(Collected data)
━━━━━━

"""Brent's root finder of the shapes (``shapes/_roots.py``) against ``scipy.optimize.brentq``.

Source: scipy.optimize.brentq (scipy's zeros/brentq.c, Brent 1973, ch. 4), which ours
follows step for step: the roots must agree to the bit (tolerance 0), including the
iterations that take the bisection and the inverse-quadratic branches.
"""

from __future__ import annotations

import math

import numpy as np
import pytest
from scipy import optimize

from peaksift.errors import FitError
from peaksift.shapes._roots import brentq

CASES = [
    (lambda x: x**3 - 2.0 * x - 5.0, 2.0, 3.0),            # Wallis' cubic, root 2.0945...
    (lambda x: math.cos(x) - x, 0.0, 1.0),                 # root 0.739085...
    (lambda x: math.exp(-0.5 * (x - 91.2) ** 2 / 1.6**2) - 0.5, 91.2, 95.0),  # a half-maximum
    (lambda x: math.log(x) - 1.0, 0.01, 100.0),            # root e, far from both ends
    (lambda x: x - 0.3 + 0.05 * math.sin(60.0 * x), -2.0, 3.0),  # wiggles: bisections
    (lambda x: math.atan(40.0 * (x - 0.3)), -1.0, 2.0),    # steep: interpolation overshoots
]


@pytest.mark.parametrize("k", range(len(CASES)))
@pytest.mark.parametrize("tol", [(2e-12, 8.881784197001252e-16), (1e-12, 1e-14), (1e-4, 1e-10)])
def test_same_root_as_scipy_to_the_bit(k, tol):
    f, a, b = CASES[k]
    xtol, rtol = tol
    ours = brentq(f, a, b, xtol=xtol, rtol=rtol)
    ref = optimize.brentq(f, a, b, xtol=xtol, rtol=rtol)
    assert ours == ref  # tolerance 0: the same steps in the same arithmetic
    assert abs(f(ours)) <= abs(f(np.nextafter(ours, a))) + abs(f(np.nextafter(ours, b)))


def test_same_signs_and_no_convergence_are_fit_errors():
    with pytest.raises(FitError, match="different signs"):
        brentq(lambda x: x * x + 1.0, -1.0, 1.0)
    # a fifth-power root: scipy does not converge in 100 iterations either
    with pytest.raises(RuntimeError):
        optimize.brentq(lambda x: (x - 1.0) ** 5, 0.0, 3.5)
    with pytest.raises(FitError, match="no convergence"):
        brentq(lambda x: (x - 1.0) ** 5, 0.0, 3.5)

━━━━━━

Aim of the task: Within the data, count the lines that hold the word "rtol". Answer with the figure and nothing more.

Answer to this task: 3